Dans cette étude, les scientifiques ont analysé environ 270 séquences ACE2 de 206 espèces, à savoir 98 espèces de chauves-souris et 108 espèces de chauves-souris. De plus, ils ont évalué 248 séquences DPP4 de 235 espèces, dont 92 espèces de chauves-souris et 143 espèces de chauves-souris. Bien qu’il existe de nombreuses espèces de mammifères qui ne sont pas des chauves-souris, les scientifiques ont observé des combinaisons plus uniques chez les chauves-souris que chez les souris non chauves-souris. Cette étude documente que les chauves-souris diffèrent par les résidus d’acides aminés de contact ACE2 des résidus de contact SARS-CoV, SARS-CoV-2 et DPP4 du MERS-CoV.

Les scientifiques ont effectué plusieurs analyses de sélection à l’aide de l’arbre Mammalian Credibility Class (MCC), qui a montré que les chauves-souris étaient positivement sélectionnées dans les restes de contact. Par ailleurs, d’autres analyses, comme un test de sélection positive pour les branches adaptatives, ont montré que la chauve-souris présentait un potentiel de sélection élevé par rapport aux autres branches associées à d’autres mammifères.
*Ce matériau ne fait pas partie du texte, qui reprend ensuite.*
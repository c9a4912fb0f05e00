#!/usr/bin/python3
"""Peer for bench_sinkhorn: a straightforward dense log-domain Sinkhorn in NumPy/SciPy.

Same problem class as the C++ benchmark: n points uniform on the unit square for each cloud
(NumPy's generator, seeded), uniform weights, cost |x - y|^2, the same epsilon, and the same
stopping rule (L1 error of the row marginals <= tolerance, columns exact after each
iteration). No epsilon-scaling, no over-relaxation: the textbook iteration
    f = -eps * logsumexp((g - C) / eps + log b, axis=1)
    g = -eps * logsumexp((f - C) / eps + log a, axis=0)
on a precomputed dense C. NumPy runs these element-wise passes on one core.

Prints one JSON object per run: iterations, total seconds, seconds per iteration (median of
the timed iterations), value <a,f> + <b,g>, final marginal error.

    /usr/bin/python3 tests/bench/peer_sinkhorn.py --n 4000 --eps 0.01 --tol 1e-6
    /usr/bin/python3 tests/bench/peer_sinkhorn.py --n 4000 --eps 0.001 --iterations 20
"""
import argparse
import json
import time

import numpy as np
from scipy.special import logsumexp


def main():
    ap = argparse.ArgumentParser()
    ap.add_argument("--n", type=int, default=4000)
    ap.add_argument("--eps", type=float, default=0.01)
    ap.add_argument("--tol", type=float, default=1e-6)
    ap.add_argument("--max-iterations", type=int, default=100000)
    ap.add_argument("--iterations", type=int, default=0,
                    help="run exactly this many iterations (per-iteration timing only)")
    ap.add_argument("--seed", type=int, default=1)
    args = ap.parse_args()

    rng = np.random.default_rng(args.seed)
    x, y = rng.random((args.n, 2)), rng.random((args.n, 2))
    a = np.full(args.n, 1.0 / args.n)
    b = np.full(args.n, 1.0 / args.n)
    eps = args.eps

    start = time.perf_counter()
    C = ((x[:, None, :] - y[None, :, :]) ** 2).sum(-1)
    la, lb = np.log(a), np.log(b)
    f, g = np.zeros(args.n), np.zeros(args.n)
    per_iteration = []
    error = np.inf
    iterations = 0
    budget = args.iterations if args.iterations else args.max_iterations
    while iterations < budget:
        t0 = time.perf_counter()
        # Row sums with the current (f, g) measure the row marginals (as the C++ solver does),
        # and the same pass gives the f update.
        lse_rows = logsumexp((g[None, :] - C) / eps + lb[None, :], axis=1)
        error = np.abs(a * np.exp(f / eps + lse_rows) - a).sum()
        if not args.iterations and error <= args.tol:
            break
        f = -eps * lse_rows
        g = -eps * logsumexp((f[:, None] - C) / eps + la[:, None], axis=0)
        iterations += 1
        per_iteration.append(time.perf_counter() - t0)
    total = time.perf_counter() - start
    print(json.dumps({
        "n": args.n, "eps": eps, "tol": args.tol, "iterations": iterations,
        "converged": bool(error <= args.tol), "seconds_total": total,
        "seconds_per_iteration": float(np.median(per_iteration)) if per_iteration else None,
        "value": float(a @ f + b @ g), "marginal_error": float(error),
    }))


if __name__ == "__main__":
    main()
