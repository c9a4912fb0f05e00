#include "report/report_build.h"

#include <ctime>

#include "families/family_map.h"
#include "io/csv_io.h"
#include "measures/evaluate.h"
#include "measures/measure_json.h"
#include "base/number_text.h"
#include "measures/registry.h"
#include "report/sha256.h"

#ifndef BARROW_VERSION
#define BARROW_VERSION "unknown"
#endif

namespace barrow {

namespace {

// Reports the fraction done and asks whether to stop (RunControl::shouldStop).
bool stopAt(const RunControl* c, double fraction) { return c && c->shouldStop(fraction); }

// A shell word: left bare when it has only safe characters, else single-quoted.
std::string shellWord(const std::string& s) {
  bool safe = !s.empty();
  for (char c : s)
    safe = safe && (std::isalnum(static_cast<unsigned char>(c)) || std::string("_./,=:+-@%").find(c) != std::string::npos);
  if (safe) return s;
  std::string out = "'";
  for (char c : s) out += c == '\'' ? std::string("'\\''") : std::string(1, c);
  return out + "'";
}

std::string joinedIds(const SweepResult& r) {
  std::string s;
  for (const auto& ser : r.series) s += (s.empty() ? "" : ",") + ser.id;
  return s;
}

}  // namespace

std::string cloudHash(const Cloud& c) { return sha256Hex(formatCloudCsv(c)); }

std::string utcNow() {
  const std::time_t t = std::time(nullptr);
  std::tm tm{};
  gmtime_r(&t, &tm);
  char buf[32];
  std::strftime(buf, sizeof buf, "%Y-%m-%dT%H:%M:%SZ", &tm);
  return buf;
}

std::vector<std::string> reproduceCommands(const ReportSources& src, const SweepResult& r) {
  const SweepSettings& s = r.settings;
  const std::string a = shellWord(src.fileA.empty() ? "A.csv" : src.fileA);
  const std::string b = shellWord(src.fileB.empty() ? "B.csv" : src.fileB);
  std::string sets;
  for (const auto& [k, v] : src.params.values()) sets += " --set " + shellWord(k + "=" + v);
  const std::string ids = joinedIds(r);

  std::string sweep = "barrow-cli sweep --a " + a + " --b " + b + " --family " + shellWord(familyName(s.family));
  if (s.family == Family::Shift) sweep += " --direction " + shellWord(shortestText(s.direction[0]) + "," + shortestText(s.direction[1]));
  if (s.center && (s.family == Family::Rotate || s.family == Family::Scale))
    sweep += " --center " + shellWord(shortestText((*s.center)[0]) + "," + shortestText((*s.center)[1]));
  sweep += " --from " + shellWord(shortestText(s.from)) + " --to " + shellWord(shortestText(s.to)) +
           " --steps " + std::to_string(s.steps);
  if (s.reference) sweep += " --reference " + shellWord(shortestText(*s.reference));
  sweep += " --measures " + ids + sets;
  if (r.threads > 0) sweep += " --threads " + std::to_string(r.threads);
  if (r.refineTolerance == 0.0) sweep += " --no-refine";
  else sweep += " --refine-budget " + std::to_string(r.refineBudget) + " --resolution " + shellWord(shortestText(r.refineTolerance));
  if (!r.warmStart) sweep += " --no-warm-start";

  std::vector<std::string> lines;
  lines.push_back("barrow-cli measure --a " + a + " --b " + b + " --measures " + ids + sets + " --json");
  lines.push_back(sweep + " --out sweep.csv");
  lines.push_back("barrow-cli findings --sweep sweep.csv --json");
  if (!src.sessionFile.empty())
    lines.push_back("barrow-cli report --session " + shellWord(src.sessionFile) + " --out " + shellWord(src.out));
  else
    lines.push_back(sweep.replace(0, std::string("barrow-cli sweep").size(), "barrow-cli report") + " --out " +
                    shellWord(src.out));
  return lines;
}

ReportInput gatherReport(const Cloud& a, const Cloud& b, const ReportSources& src, SweepResult sweep,
                         std::vector<Finding> findings, const RunControl* control, bool* cancelled) {
  if (cancelled) *cancelled = false;
  ReportInput in;
  const std::string nameA = a.name.empty() ? "A" : a.name, nameB = b.name.empty() ? "B" : b.name;
  in.title = src.title.empty() ? nameA + " against " + nameB : src.title;
  in.created = utcNow();
  in.version = BARROW_VERSION;
  in.sessionFile = src.sessionFile;
  in.a = {a, src.fileA, cloudHash(a)};
  in.b = {b, src.fileB, cloudHash(b)};
  in.params = src.params;
  in.commands = reproduceCommands(src, sweep);

  const SweepSettings& s = sweep.settings;
  const FamilyMap family(a, b, s);
  if (!family.error()) {
    in.pivot = family.center();
    in.familyPlan = family.plan();
  }

  EvalRequest req;
  req.params = src.params;
  req.control = control;
  const double parts = double(sweep.series.size() + 1);
  for (std::size_t k = 0; k < sweep.series.size(); ++k) {
    const auto& ser = sweep.series[k];
    if (stopAt(control, k / parts)) {
      if (cancelled) *cancelled = true;
      break;
    }
    if (const Measure* m = MeasureRegistry::instance().find(ser.id))
      in.measures.push_back(measureRowJson(*m, evaluateMeasure(*m, a, b, req), req.params));
  }

  if (family.error()) {
    in.referencePlanNote = "no plan: " + *family.error();
  } else if (const Measure* w2 = MeasureRegistry::instance().find("w2"); !w2) {
    in.referencePlanNote = "no plan: the w2 measure is not in this build";
  } else if (!stopAt(control, sweep.series.size() / parts)) {
    EvalRequest planReq;
    planReq.wantPlan = true;
    planReq.control = control;
    const Result r = evaluateMeasure(*w2, family.at(s.referenceTheta()), b, planReq);
    if (r.status == Status::Ok) in.referencePlan = r.plan;
    else in.referencePlanNote = "no plan: the exact W2 solve ended with status " + std::string(statusName(r.status)) +
                                (r.message.empty() ? "" : " (" + r.message + ")");
  }
  if (cancelled && stopAt(control, 1.0)) *cancelled = true;
  in.sweep = std::move(sweep);
  in.findings = std::move(findings);
  return in;
}

}  // namespace barrow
Comme ACE 2, DPP4 était également largement distribué dans la population de chauves-souris. L’étude actuelle suggère que le MERS-CoV peut infecter de nombreuses espèces. Les résultats de cette étude sont cohérents avec les études précédentes qui ont rapporté une sélection positive accrue chez les chauves-souris pour ACE2 et DPP4 par rapport à d’autres mammifères en réponse à la N-aminopeptidase.

Les scientifiques ont identifié des similitudes entre chaque espèce et les humains liées aux résidus d’ACE2 et de DPP4 qui pourraient être liés aux coronavirus. Les similitudes entre les résidus ACE2 et DPP4 variaient au sein et entre les ordres de mammifères. Les auteurs ont constaté que la plupart des espèces de rongeurs et de carnivores diffèrent de l’ACE-2 humain.

Les chats domestiques partagent la plupart des similitudes avec les résidus ACE2 associés au SARS-CoV et au SARS-CoV-2. Plusieurs études ont également montré que les chats peuvent éliminer les deux virus. L’étude actuelle a révélé que les pangolins présentent plus de similitudes dans les résidus ACE2 avec les humains qu’avec la plupart des singes du Nouveau Monde. De plus, les chameaux ont été signalés comme étant l’hôte le plus proche du MERS-CoV et sont très similaires aux humains.

application

Les scientifiques ont découvert que l’évaluation de la sélection évolutive et la détermination de la similitude des résidus de l’hôte en contact avec le virus sont essentielles pour identifier les animaux pour la surveillance virale. Ces animaux peuvent être une source de nouvelles infections animales. Ils peuvent également fonctionner comme une espèce réservoir secondaire que les humains peuvent infecter, ainsi que réinfecter les humains ou d’autres espèces.

Laisser un commentaire

Votre adresse e-mail ne sera pas publiée.